A hydrogen-based sustainable economy depends on technology to generate molecular hydrogen using sustainable solar or wind energy. Catalytic chemistry already enables this by using water as feedstock and platinum and iridium as active materials. However, because such elements are scarce and expensive this technology cannot be applied at the required global scale.
Looking at nature
To overcome this hurdle, chemists have started looking toward nature where so-called iron-iron hydrogenase enzymes catalyse the conversion (reduction) of protons to molecular hydrogen with a performance comparable to platinum. It is a major challenge to apply these enzymes directly in hydrogen-producing devices since their isolation is difficult and their performance in air poor. Nevertheless, their high efficiency has spurred the search for comparable iron-based molecular complexes that also can produce hydrogen with a platinum-like performance.

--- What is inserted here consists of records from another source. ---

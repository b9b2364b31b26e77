//! `photoledger check FILE`: validate and summarise.

use super::output::{out, outln};
use super::{NetworkArgs, build, print_warnings};
use photoledger::uncertainty::{evidence, spec};

pub fn run(args: &NetworkArgs, quiet: bool) -> photoledger::Result<()> {
    let loaded = photoledger::file::load(&args.file)?;
    let net = build(&loaded, args)?;
    // The [[uncertain]] entries are checked here too, as `uncertainty` reads them.
    let explicit = spec::read(&loaded)?;
    if !quiet {
        out!("{}", photoledger::report::summary::network_summary(&net))?;
        let entries = evidence::entries(&net, &explicit.iter().collect::<Vec<_>>());
        out!(
            "{}",
            photoledger::report::evidence::uncertain_values(&entries, net.energy_unit)
        )?;
        out!("{}", photoledger::report::levels::check_text(&net))?;
        outln!()?;
    }
    print_warnings(&net);
    let w = net.warnings.len();
    outln!(
        "valid: {}{}",
        args.file.display(),
        if w > 0 {
            format!(" ({w} warning{})", if w == 1 { "" } else { "s" })
        } else {
            String::new()
        }
    )?;
    Ok(())
}
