/// Which integrator took which stretch: "BDF from 0 s to 40 s", or with a hand-over each
/// stretch with its steps and right-hand sides, joined by "then".
fn segments_text(segments: &[crate::report::simulation::SegmentSummary]) -> String {
    let one = |g: &crate::report::simulation::SegmentSummary| {
        format!(
            "{} from {} to {}",
            g.method,
            crate::units::format_time(g.from_s),
            crate::units::format_time(g.to_s)
        )
    };
    match segments {
        [g] => one(g),
        _ => segments
            .iter()
            .map(|g| format!("{} ({} steps, {} RHS evaluations)", one(g), g.steps, g.rhs_evaluations))
            .collect::<Vec<_>>()
            .join(", then "),
    }
}

/// The inner filter in words: its share of the incident photons with what it means, and (second)
/// the reaction followed and who took the light.
pub fn inner_filter_text(p: &crate::kinetics::ledger::Ledger) -> (String, String) {
    let f = &p.inner_filter;
    let pct = |x: f64| {
        if p.incident > 0.0 {
            format!("{} %", sig(100.0 * x / p.incident, 3))
        } else {
            "0%".into()
        }
    };
    let followed = if f.followed.is_empty() {
        "every photoreaction".to_string()
    } else {
        f.followed.join(", ")
    };
    let reactants = if f.reactants.is_empty() {
        "no photochemical step leads to it, so all absorbed light counts".to_string()
    } else {
        format!("photoreactants {}", f.reactants.join(", "))
    };
    let mut taken: Vec<String> = f.by_species.iter().map(|(n, x)| format!("{n} {}", pct(*x))).collect();
    taken.push(format!("background {}", pct(f.background)));
    (
        format!(
            "{} % of incident photons: light absorbed by anything other than the photoreactants of the reaction followed",
            sig(100.0 * f.fraction, 3)
        ),
        format!("followed: {followed}; {reactants}; taken by {}", taken.join(", ")),
    )
}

Over the last decade, numerous synthetic complexes have been prepared that structurally and functionally mimic the active site of hydrogenase enzymes. Most of these 'synthetic hydrogenases' show serious drawbacks such as a low efficiency and stability and the requirement of organic solvents. Hydrogenase-mimics that perform efficiently in an aqueous environment while being tolerant to air have until now not been reported.
In the current edition of Science Advances, the researchers offer a possible solution by presenting a new oxygen-tolerant iron-iron hydrogenase-mimic that not only achieves efficient proton reduction in aqueous media but also displays electron storage and pre-organisation in close proximity to the active site - a feature characteristic of working natural enzymes.
The Amsterdam-designed synthetic hydrogenase contains a redox-active phosphorous ligand that acts as an electron reservoir and actively partakes in the reduction of protons. It donates an electron to the active site during the catalytic cycle when needed. As a result, the catalyst displays high turnover numbers (TON) and turnover frequencies (TOF).
Combining this high performance with the operation in aqueous media and the tolerance towards oxygen, this new hydrogenase-mimic is a major step toward the development of catalysts for inexpensive large-scale hydrogen-producing devices. Further development will be directed toward analogs that operate at lower overpotentials and can be efficiently implemented in devices (for example, by anchoring to electrodes or metal-organic frameworks).